[Entries taken from a collection]
□ □ □ □ □ □ □

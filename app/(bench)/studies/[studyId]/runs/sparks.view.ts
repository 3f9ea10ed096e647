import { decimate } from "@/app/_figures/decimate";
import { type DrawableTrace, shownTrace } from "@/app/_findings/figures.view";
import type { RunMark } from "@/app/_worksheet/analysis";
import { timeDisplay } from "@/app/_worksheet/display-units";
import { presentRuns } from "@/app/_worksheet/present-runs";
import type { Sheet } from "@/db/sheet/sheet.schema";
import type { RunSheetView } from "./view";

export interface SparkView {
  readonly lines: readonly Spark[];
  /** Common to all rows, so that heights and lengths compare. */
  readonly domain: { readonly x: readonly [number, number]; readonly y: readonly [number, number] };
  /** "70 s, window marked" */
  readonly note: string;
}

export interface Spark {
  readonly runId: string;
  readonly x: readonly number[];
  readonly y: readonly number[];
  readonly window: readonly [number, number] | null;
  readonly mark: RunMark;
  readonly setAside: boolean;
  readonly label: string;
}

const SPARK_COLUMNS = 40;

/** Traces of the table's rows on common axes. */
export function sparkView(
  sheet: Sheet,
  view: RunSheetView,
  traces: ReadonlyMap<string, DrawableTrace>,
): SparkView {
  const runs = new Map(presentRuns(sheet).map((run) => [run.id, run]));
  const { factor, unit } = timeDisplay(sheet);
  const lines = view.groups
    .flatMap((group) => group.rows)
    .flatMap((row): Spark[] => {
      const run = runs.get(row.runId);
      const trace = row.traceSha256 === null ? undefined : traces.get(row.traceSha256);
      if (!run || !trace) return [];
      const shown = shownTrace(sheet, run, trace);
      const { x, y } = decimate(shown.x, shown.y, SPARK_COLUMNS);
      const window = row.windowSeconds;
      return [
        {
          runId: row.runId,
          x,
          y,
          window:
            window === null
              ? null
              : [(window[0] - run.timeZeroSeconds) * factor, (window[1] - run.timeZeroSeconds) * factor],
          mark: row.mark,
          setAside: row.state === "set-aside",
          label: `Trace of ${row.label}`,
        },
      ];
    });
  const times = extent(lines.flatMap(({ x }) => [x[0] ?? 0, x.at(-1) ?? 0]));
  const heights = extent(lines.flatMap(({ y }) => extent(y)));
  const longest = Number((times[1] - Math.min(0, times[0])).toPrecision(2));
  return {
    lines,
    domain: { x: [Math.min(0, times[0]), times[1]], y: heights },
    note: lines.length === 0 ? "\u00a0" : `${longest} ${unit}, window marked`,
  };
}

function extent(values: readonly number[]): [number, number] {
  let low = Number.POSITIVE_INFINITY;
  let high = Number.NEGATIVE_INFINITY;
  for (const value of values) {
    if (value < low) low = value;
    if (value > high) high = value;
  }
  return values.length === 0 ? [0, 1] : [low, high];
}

□ □ □ □ □ □ □

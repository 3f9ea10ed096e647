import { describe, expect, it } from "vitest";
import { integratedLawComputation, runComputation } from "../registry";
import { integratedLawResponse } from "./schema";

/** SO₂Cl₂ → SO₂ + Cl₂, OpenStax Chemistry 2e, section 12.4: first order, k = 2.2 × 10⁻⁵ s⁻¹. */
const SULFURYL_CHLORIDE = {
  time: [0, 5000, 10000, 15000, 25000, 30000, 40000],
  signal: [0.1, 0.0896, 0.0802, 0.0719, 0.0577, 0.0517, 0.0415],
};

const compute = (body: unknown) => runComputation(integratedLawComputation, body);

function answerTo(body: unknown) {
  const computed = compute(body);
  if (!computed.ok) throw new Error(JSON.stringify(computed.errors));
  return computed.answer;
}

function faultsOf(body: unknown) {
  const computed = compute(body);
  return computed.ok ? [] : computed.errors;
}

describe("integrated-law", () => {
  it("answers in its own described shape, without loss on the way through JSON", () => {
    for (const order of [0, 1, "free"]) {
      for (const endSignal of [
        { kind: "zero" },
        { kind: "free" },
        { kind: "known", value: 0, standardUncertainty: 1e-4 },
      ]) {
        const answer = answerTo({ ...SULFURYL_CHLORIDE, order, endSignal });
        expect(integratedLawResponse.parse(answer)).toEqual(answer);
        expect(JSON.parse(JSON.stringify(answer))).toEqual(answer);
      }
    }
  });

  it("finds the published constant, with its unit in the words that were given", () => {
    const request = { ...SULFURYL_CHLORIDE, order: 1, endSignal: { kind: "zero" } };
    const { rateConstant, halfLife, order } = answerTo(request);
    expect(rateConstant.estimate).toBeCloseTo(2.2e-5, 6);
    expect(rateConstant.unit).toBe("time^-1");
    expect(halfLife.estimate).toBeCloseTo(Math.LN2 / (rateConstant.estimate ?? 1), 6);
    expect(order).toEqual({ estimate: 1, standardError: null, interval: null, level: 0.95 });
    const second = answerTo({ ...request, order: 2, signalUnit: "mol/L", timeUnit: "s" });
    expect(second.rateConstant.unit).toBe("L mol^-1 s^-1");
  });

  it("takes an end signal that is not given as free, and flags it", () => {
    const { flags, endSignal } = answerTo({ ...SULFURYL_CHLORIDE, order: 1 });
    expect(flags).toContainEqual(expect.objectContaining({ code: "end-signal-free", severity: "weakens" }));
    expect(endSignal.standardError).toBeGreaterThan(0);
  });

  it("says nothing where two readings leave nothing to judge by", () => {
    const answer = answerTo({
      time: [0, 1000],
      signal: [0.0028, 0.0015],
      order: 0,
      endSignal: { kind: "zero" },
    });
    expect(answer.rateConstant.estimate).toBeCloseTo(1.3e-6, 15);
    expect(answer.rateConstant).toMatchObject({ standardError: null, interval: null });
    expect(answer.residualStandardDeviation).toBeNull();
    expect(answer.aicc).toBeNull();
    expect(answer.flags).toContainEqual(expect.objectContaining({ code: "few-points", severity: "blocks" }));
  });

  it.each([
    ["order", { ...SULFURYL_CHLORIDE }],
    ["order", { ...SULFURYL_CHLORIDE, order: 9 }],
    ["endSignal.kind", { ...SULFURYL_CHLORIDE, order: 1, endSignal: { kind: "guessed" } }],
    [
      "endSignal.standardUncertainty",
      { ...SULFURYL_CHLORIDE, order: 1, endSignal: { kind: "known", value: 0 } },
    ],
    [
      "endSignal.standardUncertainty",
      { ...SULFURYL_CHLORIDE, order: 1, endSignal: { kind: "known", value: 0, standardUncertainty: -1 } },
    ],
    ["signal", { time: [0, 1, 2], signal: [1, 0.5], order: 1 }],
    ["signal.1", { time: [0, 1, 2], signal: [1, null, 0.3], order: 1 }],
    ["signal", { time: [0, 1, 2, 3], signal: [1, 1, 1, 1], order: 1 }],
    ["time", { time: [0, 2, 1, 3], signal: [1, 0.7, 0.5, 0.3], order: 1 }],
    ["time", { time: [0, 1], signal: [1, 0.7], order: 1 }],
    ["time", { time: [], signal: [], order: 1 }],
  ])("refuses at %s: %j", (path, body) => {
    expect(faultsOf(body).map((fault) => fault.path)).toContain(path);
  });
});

□ □ □ □ □ □ □

[Work to complete]: In the records above, find the line with "window === null"; write out exactly that line and each one after it, stopping after the line with "x.at(-1) ?? 0]));".

[Answer box]:
            window === null
              ? null
              : [(window[0] - run.timeZeroSeconds) * factor, (window[1] - run.timeZeroSeconds) * factor],
          mark: row.mark,
          setAside: row.state === "set-aside",
          label: `Trace of ${row.label}`,
        },
      ];
    });
  const times = extent(lines.flatMap(({ x }) => [x[0] ?? 0, x.at(-1) ?? 0]));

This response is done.